#### What is expected
Transcribe the listing below from its opening line up to and including the line that contains "actNew->setShortcut(QKeySequence::New);"; reproduce nothing else.
=== Begin Enclosure ===
void MainWindow::buildActions() {
    QUndoStack* undo = doc_.undoStack();

    QMenu* file = menuBar()->addMenu(tr("&File"));
    QAction* actNew = file->addAction(tr("&New worksheet"), this, &MainWindow::newWorksheet);
    actNew->setShortcut(QKeySequence::New);
    QAction* actOpen = file->addAction(tr("&Open…"), session_, &FileSession::openDialog);
    actOpen->setShortcut(QKeySequence::Open);
    recentMenu_ = file->addMenu(tr("Open &recent"));
    connect(recentMenu_, &QMenu::aboutToShow, session_, [this] { session_->fillRecentMenu(recentMenu_); });
    file->addSeparator();
    QAction* actSave = file->addAction(tr("&Save"), this, &MainWindow::save);
    actSave->setShortcut(QKeySequence::Save);
    QAction* actSaveAs = file->addAction(tr("Save &as…"), session_, &FileSession::saveAsDialog);
    // QKeySequence::SaveAs is empty on some desktops: name the keys.
    actSaveAs->setShortcut(QKeySequence(Qt::CTRL | Qt::SHIFT | Qt::Key_S));
    file->addSeparator();
    file->addAction(tr("Co&mpare with…"), compare_, &RevisionCompare::chooseAndShow);
    exporter_->fillMenu(file->addMenu(tr("&Export")));
    file->addSeparator();
    file->addAction(tr("Worksheet &settings…"), this, &MainWindow::editSettings)
        ->setShortcut(QKeySequence(Qt::CTRL | Qt::Key_Comma));
    file->addSeparator();
    file->addAction(tr("&Quit"), this, &QWidget::close)->setShortcut(QKeySequence::Quit);

    QMenu* edit = menuBar()->addMenu(tr("&Edit"));
    // Undo and Redo keep a fixed text, so nothing on the toolbar moves after
    // an edit; what they would undo or redo is in the tooltip (and the menu's
    // status tip).
    QAction* actUndo = new QAction(tr("&Undo"), this);
    actUndo->setObjectName(QStringLiteral("undoAction"));
    actUndo->setShortcut(QKeySequence::Undo);
    QAction* actRedo = new QAction(tr("&Redo"), this);
    actRedo->setObjectName(QStringLiteral("redoAction"));
    {
        QList<QKeySequence> redoKeys = QKeySequence::keyBindings(QKeySequence::Redo);
        const QKeySequence ctrlY(Qt::CTRL | Qt::Key_Y);
        if (!redoKeys.contains(ctrlY)) redoKeys.prepend(ctrlY);
        actRedo->setShortcuts(redoKeys);
    }
    connect(actUndo, &QAction::triggered, undo, &QUndoStack::undo);
    connect(actRedo, &QAction::triggered, undo, &QUndoStack::redo);
    auto syncUndo = [undo, actUndo, actRedo] {
        actUndo->setEnabled(undo->canUndo());
        actRedo->setEnabled(undo->canRedo());
        const QString u = undo->undoText(), r = undo->redoText();
        actUndo->setToolTip(u.isEmpty() ? tr("Nothing to undo") : tr("Undo: %1").arg(u));
        actRedo->setToolTip(r.isEmpty() ? tr("Nothing to redo") : tr("Redo: %1").arg(r));
        actUndo->setStatusTip(actUndo->toolTip());
        actRedo->setStatusTip(actRedo->toolTip());
    };
    connect(undo, &QUndoStack::indexChanged, this, syncUndo);
    connect(undo, &QUndoStack::cleanChanged, this, syncUndo);
    connect(undo, &QUndoStack::canUndoChanged, this, syncUndo);
    connect(undo, &QUndoStack::canRedoChanged, this, syncUndo);
    syncUndo();
    edit->addAction(actUndo);
    edit->addAction(actRedo);
    edit->addSeparator();
    QMenu* add = edit->addMenu(tr("&Add step after selection"));
    for (StepKind k : allStepKinds())
        add->addAction(stepIcon(k), stepKindTitle(k), this, [this, k] { addStep(doc_.selectedStep() + 1, k); });
    QAction* rename = edit->addAction(tr("Re&name step"), this, &MainWindow::renameSelected);
    rename->setShortcut(QKeySequence(Qt::Key_F2));
    QAction* dup = edit->addAction(tr("D&uplicate step"), this, &MainWindow::duplicateSelected);
    dup->setShortcut(QKeySequence(Qt::CTRL | Qt::Key_D));
    QAction* del = edit->addAction(tr("&Delete step"), this, &MainWindow::removeSelected);
    del->setShortcut(QKeySequence(Qt::CTRL | Qt::Key_Delete));
    edit->addAction(tr("Move step &earlier"), this, [this] { moveSelected(-1); })
        ->setShortcut(QKeySequence(Qt::CTRL | Qt::SHIFT | Qt::Key_Left));
    edit->addAction(tr("Move step &later"), this, [this] { moveSelected(+1); })
        ->setShortcut(QKeySequence(Qt::CTRL | Qt::SHIFT | Qt::Key_Right));
    edit->addSeparator();
    QAction* copy = edit->addAction(tr("&Copy ledger as text"), this, &MainWindow::copyLedger);
    copy->setShortcut(QKeySequence(Qt::CTRL | Qt::SHIFT | Qt::Key_C));

    menuBar()->addMenu(viewMenu_);
    viewMenu_->addSeparator();
    QMenu* units = viewMenu_->addMenu(tr("&Units"));
    auto* group = new QActionGroup(this);
    for (UnitSystem u : {UnitSystem::SI, UnitSystem::MetricEngineering, UnitSystem::USCustomary}) {
        QAction* a = units->addAction(u == UnitSystem::SI ? tr("SI (K, kPa, kJ)")
                                      : u == UnitSystem::MetricEngineering ? tr("Metric engineering (°C, bar)")
                                                                           : tr("US customary (°F, psia)"));
        a->setCheckable(true);
        a->setData(int(u));
        group->addAction(a);
        unitActions_ << a;
        connect(a, &QAction::triggered, this, [this, u] { setDisplayUnits(u); });
    }
    units->addSeparator();
    gaugeAction_ = units->addAction(tr("Pressures as &gauge"));
    gaugeAction_->setCheckable(true);
    gaugeAction_->setToolTip(tr("Show pressures above the worksheet's atmosphere (bar(g), kPa(g), psig) instead "
                                "of absolute (bar(a), kPa(a), psia)"));
    connect(gaugeAction_, &QAction::triggered, this, &MainWindow::setGaugeDisplay);
    viewMenu_->addSeparator();
    // The ledger of every stream, one after another (streams of one kind
    // of system: their energies share the columns' units).
    QAction* allStreams = viewMenu_->addAction(tr("Ledger of all &streams"));
    allStreams->setObjectName(QStringLiteral("ledgerAllStreams"));
    allStreams->setCheckable(true);
    allStreams->setToolTip(tr("Show every stream's steps and totals in the ledger, each under its own heading"));
    connect(allStreams, &QAction::toggled, this, [this](bool on) {
        ledger_->setAllStreams(on);
        if (const int row = ledger_->rowOfStep(doc_.selectedStep()); row >= 0) {
            QSignalBlocker block(ledgerView_->selectionModel());
            ledgerView_->selectRow(row);
        }
    });
    auto allStreamsAvailable = [this, allStreams] { allStreams->setEnabled(ledger_->canShowAllStreams()); };
    connect(&doc_, &ProjectDocument::changed, this, allStreamsAvailable);
    allStreamsAvailable();
    QAction* showUncertainty = viewMenu_->addAction(tr("&Uncertainty (±)"));
    showUncertainty->setCheckable(true);
    showUncertainty->setChecked(doc_.uncertaintyShown());
    showUncertainty->setToolTip(tr("Standard uncertainties from the worksheet's tolerances: ± columns in the ledger, "
                                   "bands on the T–s and T–Q charts, and the contributions chart"));
    connect(showUncertainty, &QAction::toggled, &doc_, &ProjectDocument::setUncertaintyShown);
    viewMenu_->addSeparator();
    viewMenu_->addAction(tr("Zoom &in"), this, [this] { chain_->zoomBy(1.2); })->setShortcut(QKeySequence::ZoomIn);
    viewMenu_->addAction(tr("Zoom &out"), this, [this] { chain_->zoomBy(1 / 1.2); })->setShortcut(QKeySequence::ZoomOut);
    viewMenu_->addAction(tr("&Actual size"), this, [this] { chain_->resetZoom(); })
        ->setShortcut(QKeySequence(Qt::CTRL | Qt::Key_0));

    QMenu* help = menuBar()->addMenu(tr("&Help"));
    help->addAction(tr("&Getting started"), this, &MainWindow::showGettingStarted)->setShortcut(QKeySequence::HelpContents);
    help->addAction(tr("&About Heatchain"), this, &MainWindow::showAbout);

    // Toolbar: file, undo, the step kinds, and the quick-add line.
    QToolBar* tb = addToolBar(tr("Worksheet"));
    tb->setObjectName(QStringLiteral("mainToolbar"));
    tb->setIconSize(QSize(22, 22));
    tb->setToolButtonStyle(Qt::ToolButtonTextOnly);
    tb->addAction(actNew);
    tb->addAction(actOpen);
    tb->addAction(actSave);
    tb->addSeparator();
    tb->addAction(actUndo);
    tb->addAction(actRedo);
    tb->addSeparator();
    QToolBar* steps = addToolBar(tr("Add step"));
    steps->setObjectName(QStringLiteral("stepToolbar"));
    steps->setIconSize(QSize(22, 22));
    for (StepKind k : allStepKinds()) {
        QAction* a = steps->addAction(stepIcon(k), stepKindTitle(k), this, [this, k] { addStep(doc_.selectedStep() + 1, k); });
        a->setToolTip(tr("Add a %1 step after the selected card: %2").arg(stepKindTitle(k).toLower(), stepKindMeaning(k)));
    }
    steps->addSeparator();
    quickAdd_ = new QLineEdit(this);
    quickAdd_->setPlaceholderText(tr("quick add (Ctrl+L): heat to 180 degC source 240 degC"));
    quickAdd_->setClearButtonEnabled(true);
    quickAdd_->setMinimumWidth(300);
    quickAdd_->setToolTip(help::quickAddTooltip());
    steps->addWidget(quickAdd_);
    // Ctrl+L: type a step without reaching for the mouse.
    auto* focusQuickAdd = new QAction(tr("Quick add"), this);
    focusQuickAdd->setShortcut(QKeySequence(Qt::CTRL | Qt::Key_L));
    connect(focusQuickAdd, &QAction::triggered, this, [this] {
        quickAdd_->setFocus(Qt::ShortcutFocusReason);
        quickAdd_->selectAll();
    });
    addAction(focusQuickAdd);
    qApp->installEventFilter(new WindowShortcutsOverTextFields(this));
    connect(quickAdd_, &QLineEdit::returnPressed, this, [this] {
        if (quickAddStep(quickAdd_->text())) quickAdd_->clear();
    });
}

void MainWindow::addStep(int index, StepKind kind) {
    index = std::clamp(index, 0, int(doc_.project().steps.size()));
    auto s = placedStep(doc_.project(), index, defaultStep(doc_.project(), doc_.result(), kind, index), false);
    if (!s) {
        statusBar()->showMessage(tr("Not added: %1").arg(qs(s.error().message)), 8000);
        lastError_ = qs(s.error().message);
        return;
    }
    doc_.undoStack()->push(new AddStep(&doc_, index, std::move(*s)));
}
=== End Enclosure ===
#### Written response
void MainWindow::buildActions() {
    QUndoStack* undo = doc_.undoStack();

    QMenu* file = menuBar()->addMenu(tr("&File"));
    QAction* actNew = file->addAction(tr("&New worksheet"), this, &MainWindow::newWorksheet);
    actNew->setShortcut(QKeySequence::New);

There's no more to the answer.